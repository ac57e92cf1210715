// kith report on the command line: an items file (fits a map itself) and a session (its saved map
// against the judgment-free reference), usage and data errors with their exit codes.
#include <doctest/doctest.h>

#include <sys/wait.h>

#include <cstdlib>
#include <filesystem>
#include <fstream>
#include <random>
#include <set>
#include <algorithm>
#include <sstream>

#include "solver/fit/fit.h"
#include "solver/session/session_store.h"
#include "tests/approx.h"
#include "viewer/cli/report_page.h"

using namespace kith;

namespace {

int run_kith(const std::string& args, std::string* output = nullptr) {
  const std::string out = test::temp_dir("report-cli-out") + "/out.txt";
  const int status = std::system((std::string(KITH_BINARY) + " " + args + " >'" + out + "' 2>&1").c_str());
  if (output) {
    std::ifstream in(out);
    std::stringstream s;
    s << in.rdbuf();
    *output = s.str();
  }
  return WIFEXITED(status) ? WEXITSTATUS(status) : -1;
}

std::string slurp(const std::string& path) {
  std::ifstream in(path);
  std::stringstream s;
  s << in.rdbuf();
  return s.str();
}

// 120 items in three crowds of 6 features, tagged by crowd, two tagged wrongly.
std::string write_items(const std::string& dir) {
  std::mt19937 rng(9);
  std::normal_distribution<double> noise(0.0, 1.0);
  const std::string path = dir + "/swatches.csv";
  std::ofstream out(path);
  out << "id,fibre,f1,f2,f3,f4,f5,f6\n";
  const char* names[3] = {"linen", "wool", "jute"};
  for (int i = 0; i < 120; ++i) {
    const int c = i % 3;
    out << "sw" << i << "," << names[(i == 4 || i == 8) ? 0 : c];
    for (int f = 0; f < 6; ++f) out << "," << noise(rng) + (f % 3 == c ? 8.0 : 0.0);
    out << "\n";
  }
  return path;
}

}  // namespace

TEST_CASE("kith report ITEMS writes a self-contained page with the suspects and groups") {
  const std::string dir = test::temp_dir("report-cli");
  const std::string items = write_items(dir);
  std::string said;
  REQUIRE(run_kith("report " + items + " -o " + dir + "/r.html --iterations 300 --perplexity 10", &said) == 0);
  const std::string html = slurp(dir + "/r.html");
  CHECK(external_reference(html) == "");
  CHECK(html.find("<table id='suspects'>") != std::string::npos);
  CHECK(html.find("<table id='groups'>") != std::string::npos);
  CHECK(html.find("trustworthiness") != std::string::npos);
  // The two mistagged items (sw4, sw8) head the suspect list.
  const size_t table = html.find("<table id='suspects'>");
  const size_t first_rows = html.find("</tr>", html.find("</tr>", html.find("</tr>", table) + 1) + 1);
  const std::string top = html.substr(table, first_rows - table);
  CHECK(top.find(">sw4<") != std::string::npos);
  CHECK(top.find(">sw8<") != std::string::npos);
  CHECK(said.find("3 groups") != std::string::npos);
  CHECK_FALSE(std::filesystem::exists(dir + "/r.html.part"));
}

TEST_CASE("kith report SESSION adds what the judgments moved, from the saved map") {
  const std::string dir = test::temp_dir("report-session");
  const Collection c = load_collection(write_items(dir));
  const std::string session = dir + "/s.kith";
  {
    SessionSettings settings;
    settings.perplexity = 10;
    auto store = SessionStore::create(session, c, settings);
    Judgment j;
    j.anchor = 0;
    j.nearer = 1;
    j.farther = 3;  // in sw0's own crowd: pushing away from it pushes sw0 the way it went
    j.person = "Ines";
    store->add_judgment(j);
    // The saved map: the judgment-free fit (as the report fits it) with sw0 moved into sw1's crowd.
    FitOptions fo;
    fo.perplexity = 10;
    Points y = fit_map(c.features, fo).map;
    Eigen::RowVectorXd centre = Eigen::RowVectorXd::Zero(3);
    for (int i = 1; i < 120; i += 3) centre += y.row(i) / 40.0;
    y.row(0) = centre;
    store->write_checkpoint(y, 500);
  }
  std::string said;
  REQUIRE(run_kith("report " + session + " -o " + dir + "/r.html", &said) == 0);
  const std::string html = slurp(dir + "/r.html");
  CHECK(external_reference(html) == "");
  const size_t moved = html.find("<table id='moved'>");
  REQUIRE(moved != std::string::npos);
  CHECK(html.find("judgment agreement") != std::string::npos);
  CHECK(html.find("<tr><td>sw0</td>", moved) == html.find("<tr>", html.find("</tr>", moved)));  // moved most
  // The judgment naming sw0 is listed as pulling it the way it moved.
  CHECK(html.find("sw0 nearer sw1 than sw3 (Ines)", moved) != std::string::npos);
}

TEST_CASE("kith report: usage and data errors have their exit codes and touch nothing") {
  const std::string dir = test::temp_dir("report-errors");
  const std::string items = write_items(dir);
  CHECK(run_kith("report --help") == 0);
  CHECK(run_kith("report " + items) == 2);                                   // no -o
  CHECK(run_kith("report -o " + dir + "/r.html") == 2);                      // no input
  CHECK(run_kith("report " + items + " -o " + items) == 2);                  // would overwrite the input
  CHECK(run_kith("report " + items + " -o " + dir + "/r.html --space sideways") == 2);
  CHECK(run_kith("report " + items + " -o " + dir + "/r.html --tag nosuch") == 2);
  CHECK(run_kith("report " + items + " -o " + dir + "/r.html --perplexity 500") == 2);
  CHECK(run_kith("report " + dir + "/missing.csv -o " + dir + "/r.html") == 3);
  std::ofstream(dir + "/bad.csv") << "id,a,b\nx,1,2\ny,3\n";  // a short row
  CHECK(run_kith("report " + dir + "/bad.csv -o " + dir + "/r.html") == 3);
  std::ofstream(dir + "/bad.kith") << "not a session";
  CHECK(run_kith("report " + dir + "/bad.kith -o " + dir + "/r.html") == 3);
  CHECK_FALSE(std::filesystem::exists(dir + "/r.html"));
  CHECK(slurp(items).size() > 1000);  // the input is intact
}

TEST_CASE("kith fit --suspects --groups adds the score and group columns") {
  const std::string dir = test::temp_dir("fit-structure");
  const std::string items = write_items(dir);
  std::string said;
  REQUIRE(run_kith("fit " + items + " -o " + dir + "/l.csv --quiet --iterations 300 --perplexity 10 --suspects --groups",
                   &said) == 0);
  const Collection layout = load_collection(dir + "/l.csv");
  REQUIRE(layout.size() == 120);
  // suspect and group are numeric columns of the layout.
  const auto& names = layout.feature_names;
  const auto s = std::find(names.begin(), names.end(), "suspect_score"), g = std::find(names.begin(), names.end(), "group");
  REQUIRE(s != names.end());
  REQUIRE(g != names.end());
  const Eigen::Index sc = s - names.begin(), gc = g - names.begin();
  CHECK(layout.features(4, sc) > 0.5);   // sw4 is tagged linen among wool
  CHECK(layout.features(8, sc) > 0.5);
  CHECK(layout.features(1, sc) < 0.2);
  std::set<double> groups;
  for (Eigen::Index i = 0; i < 120; ++i) groups.insert(layout.features(i, gc));
  CHECK(groups.size() == 3);
  CHECK(layout.features(1, gc) == layout.features(4, gc));  // sw4 sits in sw1's crowd
  CHECK(said.find("groups: 3 groups") != std::string::npos);
  CHECK(run_kith("fit " + items + " -o " + dir + "/m.csv --quiet --iterations 50 --suspects --tag nosuch") == 2);
  CHECK_FALSE(std::filesystem::exists(dir + "/m.csv"));
}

■ EXERCISE INSTRUCTIONS ■
Lines containing the string "Eigen" above: how many are there? Answer with the number only.

■ OUTPUT OF THE TASK ■
3